Phase 4: Finding the Root Cause

With both flows fully traced, the gap was clear:

  • The assignment flow (edit_job.save.psos) sets engineer_id but never triggers sharing
  • The sharing flow (save_connections.psos) handles all complex propagation but is only called from the manual UI
  • There is no bridge between these two flows

We also found a disabled block in a variant of the sharing script containing guard logic that checked whether an engineer's org would lose access during an unsharing operation — the opposite direction. This confirmed that auto-share-on-assignment logic simply didn't exist.

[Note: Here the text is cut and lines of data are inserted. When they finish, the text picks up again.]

Source read_source(const fs::path& path, std::uint64_t max_bytes) {
  Source s;
  // O_NONBLOCK: a file replaced by a FIFO after listing must not hang a worker.
  const int fd = ::open(path.c_str(), O_RDONLY | O_NONBLOCK | O_CLOEXEC);
  if (fd < 0) {
    const int err = errno;
    s.state = err == ENOENT || err == ENOTDIR ? Source::State::missing : Source::State::unreadable;
    s.message = err == ENOENT || err == ENOTDIR ? "the file was listed but no longer exists"
                                                : std::string("cannot open the file: ") + std::strerror(err);
    return s;
  }
  struct stat st {};
  if (::fstat(fd, &st) != 0 || !S_ISREG(st.st_mode)) {
    ::close(fd);
    s.state = Source::State::missing;
    s.message = "the file was listed but is no longer a regular file";
    return s;
  }
  s.size = static_cast<std::uint64_t>(st.st_size);
  if (s.size > max_bytes) {
    ::close(fd);
    s.state = Source::State::too_large;
    s.message = fmt::format(
        "file is {:.1f} MiB; the limit is {} MiB", static_cast<double>(s.size) / 1048576.0, max_bytes >> 20);
    return s;
  }
  // Read the size fstat gave, then probe for more: a file still growing is read
  // on up to the limit and no further.
  s.bytes.resize(static_cast<std::size_t>(s.size));
  std::size_t got = 0;
  char probe[4096];
  for (;;) {
    const bool into_buffer = got < s.bytes.size();
    const ssize_t n =
        into_buffer ? ::read(fd, s.bytes.data() + got, s.bytes.size() - got) : ::read(fd, probe, sizeof probe);
    if (n < 0 && errno == EINTR) continue;
    if (n < 0) {
      const int err = errno;
      ::close(fd);
      s.state = Source::State::unreadable;
      s.message = std::string("read error: ") + std::strerror(err);
      return s;
    }
    if (n == 0) break;
    if (!into_buffer) {
      s.bytes.resize(got);
      s.bytes.append(probe, static_cast<std::size_t>(n));
    }
    got += static_cast<std::size_t>(n);
    if (got > max_bytes) break;
  }
  ::close(fd);
  s.bytes.resize(got);
  s.size = got;
  if (got > max_bytes) {
    s.state = Source::State::too_large;
    s.message = fmt::format("file grew past the {} MiB limit while being read", max_bytes >> 20);
  }
  return s;
}

std::string hash_of_file(const fs::path& p) {
  Source s = read_source(p, std::uint64_t{1} << 34);
  if (s.state != Source::State::ok) return {};
  return hash_hex(hash64(s.bytes));
}

std::optional<ordered_json> read_json(const fs::path& p) {
  Source s = read_source(p, std::uint64_t{16} << 20);
  if (s.state != Source::State::ok) return std::nullopt;
  ordered_json j = ordered_json::parse(s.bytes, nullptr, false);
  if (j.is_discarded() || !j.is_object()) return std::nullopt;
  return j;
}

// Everything except the per-run callback that changes a result, as text.
std::string ingest_fingerprint(const ingest::IngestOptions& o) {
  auto opt = [](const std::optional<std::size_t>& v) { return v ? std::to_string(*v) : std::string("-"); };
  return fmt::format(
      "max_file_bytes={};max_line_bytes={};columns={},{},{},{};volume_unit={};signal={};sort={};"
      "pH={:.17g}..{:.17g};mV={:.17g}",
      o.max_file_bytes,
      o.max_line_bytes,
      opt(o.columns.volume),
      opt(o.columns.signal),
      opt(o.columns.temperature),
      opt(o.columns.time),
      o.volume_unit.value_or("-"),
      o.signal ? std::string(to_string(*o.signal)) : std::string("-"),
      o.sort_by_volume,
      o.min_pH,
      o.max_pH,
      o.max_abs_mV);
}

Phase 5: Designing the Fix

Rather than duplicating the complex sharing logic — which touches dozens of tables dynamically — the fix calls the existing save_connections.psos as a sub-script from within the assignment flow:

  1. After engineer is assigned and routing API succeeds, check if the engineer belongs to a different organisation
  2. Look up the engineer's home org using ExecuteSQL against the ENGINEERS table
  3. Check if that org already has visibility (is their UUID already in the job's organisation_id list?)
  4. If not, call save_connections.psos with appropriate parameters for full sharing propagation
  5. Suppress customer communications during auto-share using the existing dont_send_customer_comms flag

This approach also made the hardcoded single-org blocking dialog unnecessary.

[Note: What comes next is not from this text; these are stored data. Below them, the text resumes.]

func (raw rawSpec) build() (Spec, error) {
	s := Spec{
		Response:            Lowpass,
		Approximation:       "butterworth",
		StopbandAttenDB:     40,
		Topology:            "auto",
		ResistorSeries:      "E96",
		CapacitorSeries:     "E12",
		OpAmp:               OpAmp{GBWHz: 10e6, DCGainDB: 100, NoiseVPerRtHz: DefaultNoiseVPerRtHz, NoiseAPerRtHz: DefaultNoiseAPerRtHz, SlewVPerS: DefaultSlewVPerS},
		Values:              "series",
		ResistorRangeOhm:    [2]float64{DefaultMinOhm, DefaultMaxOhm},
		CapacitorRangeFarad: [2]float64{DefaultMinFarad, DefaultMaxFarad},
		Tolerance:           Tolerance{Distribution: "uniform"},
		MonteCarlo:          MonteCarlo{Seed: 1},
	}
	var err error
	if raw.Response != nil {
		var r string
		if r, err = oneOf("response", *raw.Response, Responses); err != nil {
			return Spec{}, err
		}
		s.Response = Response(r)
	}
	if raw.Approximation != nil {
		if s.Approximation, err = oneOf("approximation", *raw.Approximation, Approximations); err != nil {
			return Spec{}, err
		}
	}
	if raw.PassbandHz == nil {
		return Spec{}, fieldErr("passband_hz", "is required")
	}
	if s.PassbandHz, err = parseBand("passband_hz", *raw.PassbandHz); err != nil {
		return Spec{}, err
	}
	if s.PassbandHz == nil {
		return Spec{}, fieldErr("passband_hz", "is required")
	}
	if raw.StopbandHz != nil {
		if s.StopbandHz, err = parseBand("stopband_hz", *raw.StopbandHz); err != nil {
			return Spec{}, err
		}
	}
	if halfPowerDefault(s.Approximation) {
		s.PassbandRippleDB = BesselDefaultRippleDB
	} else {
		s.PassbandRippleDB = 1
	}
	if raw.PassbandRippleDB != nil {
		s.PassbandRippleDB = *raw.PassbandRippleDB
	}
	if raw.StopbandAttenDB != nil {
		s.StopbandAttenDB = *raw.StopbandAttenDB
	}
	s.PhaseErrorDeg = DefaultPhaseErrorDeg
	if raw.PhaseErrorDeg != nil {
		// Checked here as well as in Validate, where 0 stands for the
		// default: a spec that writes 0 asks for no ripple, which no
		// linear-phase design has.
		if err := validPhaseError(*raw.PhaseErrorDeg); err != nil {
			return Spec{}, err
		}
		s.PhaseErrorDeg = *raw.PhaseErrorDeg
	}
	if raw.Order != nil {
		o, perr := strconv.ParseFloat(raw.Order.String(), 64)
		if perr != nil || math.IsNaN(o) || o != math.Trunc(o) {
			return Spec{}, fieldErr("order", "must be a whole number from 0 to %d (got %s)", MaxOrder, raw.Order.String())
		}
		if o < 0 || o > MaxOrder {
			return Spec{}, fieldErr("order", "must be from 0 to %d (got %s); 0 asks for the lowest order that meets the mask", MaxOrder, raw.Order.String())
		}
		s.Order = int(o)
	}
	if raw.GainDB != nil {
		s.GainDB = *raw.GainDB
	}
	if raw.Topology != nil {
		if s.Topology, err = oneOf("topology", *raw.Topology, Topologies); err != nil {
			return Spec{}, err
		}
	}
	if raw.ResistorSeries != nil {
		if s.ResistorSeries, err = oneOf("resistor_series", *raw.ResistorSeries, SeriesNames); err != nil {
			return Spec{}, err
		}
	}
	if raw.CapacitorSeries != nil {
		if s.CapacitorSeries, err = oneOf("capacitor_series", *raw.CapacitorSeries, SeriesNames); err != nil {
			return Spec{}, err
		}
	}
	var o rawOpAmp
	if ok, err := decodeObject("opamp", raw.OpAmp, &o, `{"gbw_hz": 10e6, "dc_gain_db": 100} or {"ideal": true}`,
		"gbw_hz, dc_gain_db, ideal, noise_v_per_rthz, noise_a_per_rthz, slew_v_per_s, output_headroom_v, input_headroom_v, offset_v, bias_a, input_capacitance_farad, output_resistance_ohm, noise_corner_hz"); err != nil {
		return Spec{}, err
	} else if ok {
		if o.Ideal != nil && *o.Ideal {
			if o.GBWHz != nil || o.DCGainDB != nil {
				return Spec{}, fieldErr("opamp.ideal", "an ideal op-amp takes no gbw_hz or dc_gain_db; give one or the other")
			}
			s.OpAmp.Ideal, s.OpAmp.GBWHz, s.OpAmp.DCGainDB = true, 0, 0
		}
		for _, f := range []struct {
			in  *float64
			out *float64
		}{{o.GBWHz, &s.OpAmp.GBWHz}, {o.DCGainDB, &s.OpAmp.DCGainDB}, {o.NoiseVPerRtHz, &s.OpAmp.NoiseVPerRtHz},
			{o.NoiseAPerRtHz, &s.OpAmp.NoiseAPerRtHz}, {o.SlewVPerS, &s.OpAmp.SlewVPerS},
			{o.OutputHeadroomV, &s.OpAmp.OutputHeadroomV}, {o.InputHeadroomV, &s.OpAmp.InputHeadroomV},
			{o.OffsetV, &s.OpAmp.OffsetV}, {o.BiasA, &s.OpAmp.BiasA},
			{o.InputCapacitanceFarad, &s.OpAmp.InputCapacitanceFarad}, {o.OutputResistanceOhm, &s.OpAmp.OutputResistanceOhm},
			{o.NoiseCornerHz, &s.OpAmp.NoiseCornerHz}} {
			if f.in != nil {
				*f.out = *f.in
			}
		}
	}
	var tol rawTolerance
	// The default tolerances: the resistor series' usual one (its series
	// was read above) and 5 % for capacitors; an explicit 0 means exact.
	if rs, err := eseries.Lookup(s.ResistorSeries); err == nil {
		s.Tolerance.ResistorPct = rs.TolerancePct()
	}
	s.Tolerance.CapacitorPct = DefaultCapacitorPct
	if ok, err := decodeObject("tolerance", raw.Tolerance, &tol, `{"resistor_pct": 1, "capacitor_pct": 5, "distribution": "uniform"}`,
		"resistor_pct, capacitor_pct, distribution, gbw_pct"); err != nil {
		return Spec{}, err
	} else if ok {
		if tol.ResistorPct != nil {
			s.Tolerance.ResistorPct = *tol.ResistorPct
		}
		if tol.CapacitorPct != nil {
			s.Tolerance.CapacitorPct = *tol.CapacitorPct
		}
		if tol.GBWPct != nil {
			s.Tolerance.GBWPct = *tol.GBWPct
		}
		if tol.Distribution != nil {
			if s.Tolerance.Distribution, err = oneOf("tolerance.distribution", *tol.Distribution, Distributions); err != nil {
				return Spec{}, err
			}
		}
	}
	var mc rawMonteCarlo
	if ok, err := decodeObject("montecarlo", raw.MonteCarlo, &mc, `{"trials": 1000, "seed": 1}`, "trials, seed"); err != nil {
		return Spec{}, err
	} else if ok {
		if mc.Trials != nil {
			v, err := wholeNumber("montecarlo.trials", mc.Trials, 0, MaxTrials)
			if err != nil {
				fe, _ := IsFieldError(err)
				fe.Reason += fmt.Sprintf("; at most %d trials", MaxTrials)
				return Spec{}, fe
			}
			s.MonteCarlo.Trials = int(v)
		}
		if mc.Seed != nil {
			v, err := wholeNumber("montecarlo.seed", mc.Seed, 0, 1<<53)
			if err != nil {
				return Spec{}, err
			}
			s.MonteCarlo.Seed = uint64(v)
		}
	}
	var cv rawConverter
	if ok, err := decodeObject("converter", raw.Converter, &cv, `{"bits": 16, "sample_rate_hz": 48000, "full_scale_vpp": 4}`,
		"bits, sample_rate_hz, full_scale_vpp, output_rate_hz, alias_atten_db, architecture, input, sampling_capacitance_farad, acquisition_time_s, input_common_mode_v"); err != nil {
		return Spec{}, err
	} else if ok {
		if cv.Bits == nil || cv.SampleRateHz == nil || cv.FullScaleVpp == nil {
			return Spec{}, fieldErr("converter", "needs bits, sample_rate_hz and full_scale_vpp")
		}
		bits, err := wholeNumber("converter.bits", cv.Bits, 1, 32)
		if err != nil {
			return Spec{}, err
		}
		c := &Converter{Bits: int(bits), SampleRateHz: *cv.SampleRateHz, FullScaleVpp: *cv.FullScaleVpp,
			OutputRateHz: *cv.SampleRateHz, AliasAttenDB: DefaultAliasAttenDB(int(bits))}
		if cv.OutputRateHz != nil {
			c.OutputRateHz = *cv.OutputRateHz
		}
		if cv.AliasAttenDB != nil {
			c.AliasAttenDB = *cv.AliasAttenDB
		}
		// Left out, architecture and input stay "" (other, single-ended),
		// so that the spec as echoed is the spec as given.
		if cv.Architecture != nil {
			if c.Architecture, err = oneOf("converter.architecture", *cv.Architecture, Architectures); err != nil {
				return Spec{}, err
			}
		}
		if cv.Input != nil {
			if c.Input, err = oneOf("converter.input", *cv.Input, ConverterInputs); err != nil {
				return Spec{}, err
			}
		}
		if cv.SamplingCapacitanceFarad != nil {
			c.SamplingCapacitanceFarad = *cv.SamplingCapacitanceFarad
			if !(c.SamplingCapacitanceFarad > 0) {
				return Spec{}, fieldErr("converter.sampling_capacitance_farad", "must be above 0 F (got %g)", c.SamplingCapacitanceFarad)
			}
		}
		if cv.AcquisitionTimeS != nil {
			c.AcquisitionTimeS = *cv.AcquisitionTimeS
			if !(c.AcquisitionTimeS > 0) {
				return Spec{}, fieldErr("converter.acquisition_time_s", "must be above 0 s (got %g)", c.AcquisitionTimeS)
			}
		}
		c.InputCommonModeV = cv.InputCommonModeV
		s.Converter = c
		if s.Response == Lowpass && s.StopbandHz == nil {
			// The stopband comes from the converter: everything from
			// fs − fp up folds onto the passband.
			if fp := s.PassbandHz[0]; !(c.SampleRateHz > 2*fp) {
				return Spec{}, fieldErr("converter.sample_rate_hz", "must be above twice the passband edge, %g Hz, for the stopband to come from the converter (fs − passband edge; got %g)", 2*fp, c.SampleRateHz)
			}
			s.StopbandHz = []float64{c.SampleRateHz - s.PassbandHz[0]}
			if raw.StopbandAttenDB == nil {
				s.StopbandAttenDB = c.AliasAttenDB
			}
			s.stopbandFromConverter = true
		}
	}
	var sup rawSupply
	if ok, err := decodeObject("supply", raw.Supply, &sup, `{"positive_v": 5, "negative_v": 0, "reference_v": 2.5}`, "positive_v, negative_v, reference_v"); err != nil {
		return Spec{}, err
	} else if ok {
		if sup.PositiveV == nil {
			return Spec{}, fieldErr("supply.positive_v", "is required (the positive rail in V)")
		}
		s.Supply = &Supply{PositiveV: *sup.PositiveV}
		if sup.NegativeV != nil {
			s.Supply.NegativeV = *sup.NegativeV
		}
		s.Supply.ReferenceV = (s.Supply.PositiveV + s.Supply.NegativeV) / 2
		if sup.ReferenceV != nil {
			s.Supply.ReferenceV = *sup.ReferenceV
		}
	}
	if raw.SignalVpp != nil {
		v := *raw.SignalVpp
		s.SignalVpp = &v
	}
	if raw.GainToleranceDB != nil {
		v := *raw.GainToleranceDB
		s.GainToleranceDB = &v
	}
	var dm rawDesignMargin
	if ok, err := decodeObject("design_margin", raw.DesignMargin, &dm, `{"passband_db": 0.02, "stopband_db": 3}`, "passband_db, stopband_db"); err != nil {
		return Spec{}, err
	} else if ok {
		if dm.PassbandDB != nil {
			s.DesignMargin.PassbandDB = *dm.PassbandDB
		}
		if dm.StopbandDB != nil {
			s.DesignMargin.StopbandDB = *dm.StopbandDB
		}
	}
	var de rawDelayEqualizer
	if ok, err := decodeObject("delay_equalizer", raw.DelayEqualizer, &de, `{"max_spread_pct": 2}`, "max_spread_pct"); err != nil {
		return Spec{}, err
	} else if ok {
		if de.MaxSpreadPct == nil {
			return Spec{}, fieldErr("delay_equalizer.max_spread_pct", "is required in delay_equalizer (the group delay's largest spread over the passband, in %% of its mean)")
		}
		s.DelayEqualizer = &DelayEqualizer{MaxSpreadPct: *de.MaxSpreadPct}
	}
	if raw.TargetYield != nil {
		v := *raw.TargetYield
		s.TargetYield = &v
	}
	if raw.Values != nil {
		if s.Values, err = oneOf("values", *raw.Values, ValueModes); err != nil {
			return Spec{}, err
		}
	}
	for _, r := range []struct {
		field string
		in    *[]float64
		out   *[2]float64
	}{{"resistor_range_ohm", raw.ResistorRange, &s.ResistorRangeOhm}, {"capacitor_range_farad", raw.CapacitorRange, &s.CapacitorRangeFarad}} {
		if r.in == nil {
			continue
		}
		if len(*r.in) != 2 {
			return Spec{}, fieldErr(r.field, "must be a [lo, hi] pair (got %d values)", len(*r.in))
		}
		*r.out = [2]float64{(*r.in)[0], (*r.in)[1]}
	}
	return s, s.Validate()
}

Phase 6: Generating the Deliverable

Three outputs were delivered:

1. A 12-step fmxmlsnippet XML file — native FileMaker clipboard format, pasteable directly into Script Workspace:

  • Comment step explaining the auto-share block
  • Outer If checking engineer isn't empty or "OFF-PLATFORM"
  • Set Variable using ExecuteSQL to look up the engineer's home organisation
  • Set Variable using ExecuteSQL to get the job's current organisation list
  • Guard condition comment
  • Inner If checking engineer's org isn't already in job's org list
  • Two Set Variable steps building the new connected organisation IDs list
  • Comment explaining the sub-script call
  • Perform Script calling existing save_connections.psos with a JSON parameter (new org IDs, job ID, current org ID, suppress-comms flag)
  • Two End If steps closing both conditionals

2. Exact insertion point in the 500+ step server script — after account manager change handling, before the final Exit Script — ensuring auto-share only fires after routing API success and engineer assignment is committed.

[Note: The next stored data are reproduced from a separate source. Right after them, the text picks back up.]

func TestRoutes(t *testing.T) {
	t.Parallel()
	h, _ := newHandler(t)
	circuitStatus := http.StatusNotImplemented // the status of a circuit export without the mapping
	if hasCircuit(t) {
		circuitStatus = http.StatusOK
	}
	big := `{"passband_hz": 1000, "order": 2, "gain_db": 0` + strings.Repeat(" ", web.MaxBodyBytes) + `}`
	tests := []struct {
		name       string
		method     string
		target     string
		body       string
		header     []string
		wantStatus int
		wantType   string // media type prefix
		wantField  string // for API errors: the field named
		contains   []string
		short      bool // the body is short: long input is cut
	}{
		{name: "home", method: "GET", target: "/", wantStatus: 200, wantType: "text/html",
			contains: []string{`data-testid="spec-form"`, `action="/design"`, `name="passband_hz"`, `name="opamp_ideal"`, `name="adc_bits"`, "low-voltage signal circuits"}},
		{name: "home prefilled", method: "GET", target: "/?passband_hz=1234", wantStatus: 200, wantType: "text/html",
			contains: []string{`value="1234"`}},
		{name: "home unknown parameter", method: "GET", target: "/?wobble=1", wantStatus: 400, wantType: "text/html",
			contains: []string{`data-testid="form-error"`, "wobble"}},
		{name: "design", method: "GET", target: "/design?" + vibrationQuery, wantStatus: 200, wantType: "text/html",
			contains: []string{`data-testid="result"`, `data-testid="stage-table"`, `data-testid="verdict"`, "Chebyshev I lowpass, order"}},
		// Butterworth order 2 at 4× the passband edge: 10·log10(1 + (10^0.1 − 1)·4⁴) ≈ 18.2 dB < 40 dB (closed form).
		{name: "design that misses", method: "GET", target: "/design?passband_hz=1000&stopband_hz=4000&order=2", wantStatus: 200, wantType: "text/html",
			contains: []string{"misses the stopband attenuation by 21.72 dB", `class="verdict bad"`, `data-testid="check-built-mask"`}},
		{name: "design band", method: "GET", target: "/design?" + bandQuery, wantStatus: 200, wantType: "text/html",
			contains: []string{"Chebyshev I bandpass"}},
		{name: "design bad field", method: "GET", target: "/design?passband_hz=1000&stopband_hz=800", wantStatus: 400, wantType: "text/html",
			contains: []string{`data-testid="error-stopband_hz"`, "must be above the passband edge for a lowpass"}},
		{name: "design missing passband", method: "GET", target: "/design?stopband_hz=800", wantStatus: 400, wantType: "text/html",
			contains: []string{`data-testid="error-passband_hz"`, "is required"}},
		{name: "design not a number", method: "GET", target: "/design?passband_hz=fast&stopband_hz=4000", wantStatus: 400, wantType: "text/html",
			contains: []string{`data-testid="error-passband_hz"`, "must be a number"}},
		{name: "design unknown parameter", method: "GET", target: "/design?passband_hz=1000&stopband_hz=4000&cutoff=3&zap=1", wantStatus: 400, wantType: "text/html",
			contains: []string{`data-testid="form-error"`, `unknown parameters &#34;cutoff&#34;, &#34;zap&#34;`}},
		{name: "design repeated parameter", method: "GET", target: "/design?passband_hz=1000&passband_hz=2000&stopband_hz=4000", wantStatus: 400, wantType: "text/html",
			contains: []string{`data-testid="error-passband_hz"`, "is given 2 times"}},
		{name: "design ideal op-amp with gbw", method: "GET", target: "/design?passband_hz=1000&stopband_hz=4000&opamp_ideal=1&opamp_gbw_hz=1e6", wantStatus: 400, wantType: "text/html",
			contains: []string{`data-testid="error-opamp_ideal"`}},
		{name: "design opamp gbw out of range", method: "GET", target: "/design?passband_hz=1000&stopband_hz=4000&opamp_gbw_hz=10", wantStatus: 400, wantType: "text/html",
			contains: []string{`data-testid="error-opamp_gbw_hz"`}},
		{name: "design POST", method: "POST", target: "/design", wantStatus: 405, wantType: "text/html"},
		{name: "download json", method: "GET", target: "/download/json?" + vibrationQuery, wantStatus: 200, wantType: "application/json",
			contains: []string{`"poles_rad_s"`}},
		{name: "download spice", method: "GET", target: "/download/spice?" + vibrationQuery, wantStatus: circuitStatus},
		{name: "download bom", method: "GET", target: "/download/bom?" + vibrationQuery, wantStatus: circuitStatus},
		{name: "download unknown kind", method: "GET", target: "/download/pdf?" + vibrationQuery, wantStatus: 404, wantType: "text/html"},
		{name: "download bad spec", method: "GET", target: "/download/json?passband_hz=-1", wantStatus: 400, wantType: "text/html",
			contains: []string{`data-testid="error-passband_hz"`}},
		{name: "api design", method: "POST", target: "/api/v1/design", body: smallSpec, wantStatus: 200, wantType: "application/json",
			contains: []string{`"order"`, `"poles_rad_s"`, `"zeros_rad_s"`, `"gain"`, `"sections"`, `"response"`, `"meets_mask"`}},
		{name: "api design bad field", method: "POST", target: "/api/v1/design", body: `{"passband_hz": 1000, "stopband_hz": 800}`,
			wantStatus: 400, wantType: "application/json", wantField: "stopband_hz"},
		{name: "api design unknown field", method: "POST", target: "/api/v1/design", body: `{"passband_hz": 1000, "order": 2, "wobble": 1}`,
			wantStatus: 400, wantType: "application/json", wantField: "wobble"},
		{name: "api design nested field", method: "POST", target: "/api/v1/design", body: `{"passband_hz": 1000, "order": 2, "opamp": {"gbw_hz": 1}}`,
			wantStatus: 400, wantType: "application/json", wantField: "opamp.gbw_hz"},
		{name: "api design equaliser out of reach", method: "POST", target: "/api/v1/design",
			body:       `{"approximation": "elliptic", "passband_hz": 1000, "order": 7, "stopband_atten_db": 60, "delay_equalizer": {"max_spread_pct": 0.1}}`,
			wantStatus: 400, wantType: "application/json", wantField: "delay_equalizer.max_spread_pct"},
		{name: "api design equaliser", method: "POST", target: "/api/v1/design",
			body:       `{"passband_hz": 1000, "order": 4, "delay_equalizer": {"max_spread_pct": 2}}`,
			wantStatus: 200, wantType: "application/json", contains: []string{`"kind":"allpass"`, `"topology":"allpass"`}},
		// Issue 9: strict input.
		{name: "api design duplicate key", method: "POST", target: "/api/v1/design", body: `{"passband_hz": 1000, "order": 2, "order": 3}`,
			wantStatus: 400, wantType: "application/json", wantField: "order", contains: []string{"given twice"}},
		{name: "api design case variant", method: "POST", target: "/api/v1/design", body: `{"passband_hz": 1000, "Passband_Hz": 2000, "order": 2}`,
			wantStatus: 400, wantType: "application/json", wantField: "Passband_Hz", contains: []string{"case-sensitive"}},
		{name: "api design quoted number", method: "POST", target: "/api/v1/design", body: `{"passband_hz": 1000, "order": "5"}`,
			wantStatus: 400, wantType: "application/json", wantField: "order", contains: []string{"quoted"}},
		{name: "api design long unknown key cut", method: "POST", target: "/api/v1/design", body: `{"passband_hz": 1000, "order": 2, "` + strings.Repeat("k", 60000) + `": 1}`,
			wantStatus: 400, wantType: "application/json", wantField: strings.Repeat("k", 40) + "…", short: true},
		{name: "design hexadecimal float", method: "GET", target: "/design?passband_hz=0x1p10&stopband_hz=4000", wantStatus: 400, wantType: "text/html",
			contains: []string{`data-testid="error-passband_hz"`}},
		{name: "design underscores", method: "GET", target: "/design?passband_hz=1_000&stopband_hz=4000", wantStatus: 400, wantType: "text/html",
			contains: []string{`data-testid="error-passband_hz"`}},
		{name: "api design malformed", method: "POST", target: "/api/v1/design", body: `{"passband_hz": `,
			wantStatus: 400, wantType: "application/json", wantField: "json"},
		{name: "api design empty", method: "POST", target: "/api/v1/design", wantStatus: 400, wantType: "application/json", wantField: "json"},
		{name: "api design too big", method: "POST", target: "/api/v1/design", body: big, wantStatus: 413, wantType: "application/json", wantField: "json"},
		{name: "api design GET", method: "GET", target: "/api/v1/design", wantStatus: 405, wantType: "application/json"},
		{name: "api unknown route", method: "GET", target: "/api/v1/nothing", wantStatus: 404, wantType: "application/json"},
		{name: "api unknown POST", method: "POST", target: "/api/v2/design", body: smallSpec, wantStatus: 404, wantType: "application/json"},
		{name: "api export json", method: "POST", target: "/api/v1/export?as=json", body: smallSpec, wantStatus: 200, wantType: "application/json",
			contains: []string{`"poles_rad_s"`}},
		{name: "api export spice", method: "POST", target: "/api/v1/export?as=spice", body: smallSpec, wantStatus: circuitStatus},
		{name: "api export bom", method: "POST", target: "/api/v1/export?as=bom", body: smallSpec, wantStatus: circuitStatus},
		{name: "api export unknown kind", method: "POST", target: "/api/v1/export?as=pdf", body: smallSpec,
			wantStatus: 400, wantType: "application/json", wantField: "as"},
		{name: "api export no kind", method: "POST", target: "/api/v1/export", body: smallSpec,
			wantStatus: 400, wantType: "application/json", wantField: "as"},
		{name: "api export unknown parameter", method: "POST", target: "/api/v1/export?as=json&x=1", body: smallSpec,
			wantStatus: 400, wantType: "application/json", wantField: "x"},
		{name: "api export bad spec", method: "POST", target: "/api/v1/export?as=json", body: `{"passband_hz": "fast"}`,
			wantStatus: 400, wantType: "application/json", wantField: "passband_hz"},
		{name: "api export too big", method: "POST", target: "/api/v1/export?as=json", body: big, wantStatus: 413, wantType: "application/json", wantField: "json"},
		{name: "api export GET", method: "GET", target: "/api/v1/export?as=json", wantStatus: 405, wantType: "application/json"},
		{name: "api cross-origin POST", method: "POST", target: "/api/v1/design", body: smallSpec, header: []string{"Sec-Fetch-Site", "cross-site"},
			wantStatus: 403, wantType: "application/json"},
		{name: "api same-origin POST", method: "POST", target: "/api/v1/design", body: smallSpec, header: []string{"Sec-Fetch-Site", "same-origin"},
			wantStatus: 200, wantType: "application/json"},
		{name: "style sheet", method: "GET", target: "/static/style.css", wantStatus: 200, wantType: "text/css"},
		{name: "script", method: "GET", target: "/static/app.js", wantStatus: 200, wantType: "text/javascript"},
		{name: "no static listing", method: "GET", target: "/static/", wantStatus: 404},
		{name: "no static file", method: "GET", target: "/static/secret.txt", wantStatus: 404},
		{name: "health", method: "GET", target: "/healthz", wantStatus: 200, wantType: "text/plain", contains: []string{"ok"}},
		{name: "page not found", method: "GET", target: "/nothing", wantStatus: 404, wantType: "text/html"},
	}
	for _, tc := range tests {
		t.Run(tc.name, func(t *testing.T) {
			t.Parallel()
			rec := do(t, h, tc.method, tc.target, tc.body, tc.header...)
			require.Equal(t, tc.wantStatus, rec.Code, rec.Body.String())
			if tc.wantType != "" {
				require.True(t, strings.HasPrefix(rec.Header().Get("Content-Type"), tc.wantType), "Content-Type %q", rec.Header().Get("Content-Type"))
			}
			if strings.HasPrefix(tc.target, "/api/") && rec.Code >= 400 {
				_, field := apiErr(t, rec.Body.Bytes())
				require.Equal(t, tc.wantField, field)
			} else {
				require.Empty(t, tc.wantField, "wantField is for API errors")
			}
			for _, s := range tc.contains {
				require.Contains(t, rec.Body.String(), s)
			}
			if tc.short {
				require.Less(t, rec.Body.Len(), 2000, "a long name is cut in the error")
			}
		})
	}
}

3. Implementation guide with 8 test cases covering cross-org assignment, same-org assignment (should not fire), already-shared jobs (no duplicate), OFF-PLATFORM engineers (should not fire), record propagation verification, sharing events verification, and the previously-blocked org now working without the hardcoded check.

Timeline

PhaseWork
0:00Developer describes the bug in one sentence
Phase 1Explore table structure, relationships, and connection/sharing model from 229MB DDR
Phase 2Trace complete engineer assignment script chain (5 scripts, 700+ steps)
Phase 3Trace complete job sharing script chain (5 scripts, 300+ steps)
Phase 4Identify root cause: no bridge between assignment and sharing flows
Phase 5Design fix: call existing sharing script from assignment flow
Phase 6Generate fmxmlsnippet XML (12 steps), identify insertion point, deliver test cases

Developer involvement: describing the bug, answering two clarifying questions, and reviewing the output.

What Makes This Notable

This wasn't a simple bug fix. It required understanding a complete multi-organisation sharing architecture — how permissions propagate across dozens of tables, how sharing events are tracked, how the dynamic connections_jobs_* naming convention drives table discovery — before a single line could be written.

The fix reuses existing infrastructure rather than duplicating it. Zero new scripts. Zero code duplication. The 12 injected steps call the battle-tested 300-step sharing script that already handles every edge case in production.

A human developer familiar with the codebase might have reached the same conclusion. But tracing 700+ script steps across two parallel flows, mapping table relationships from a 229MB DDR export, and producing a paste-ready fix with test cases — in a single conversation — is a different category of speed.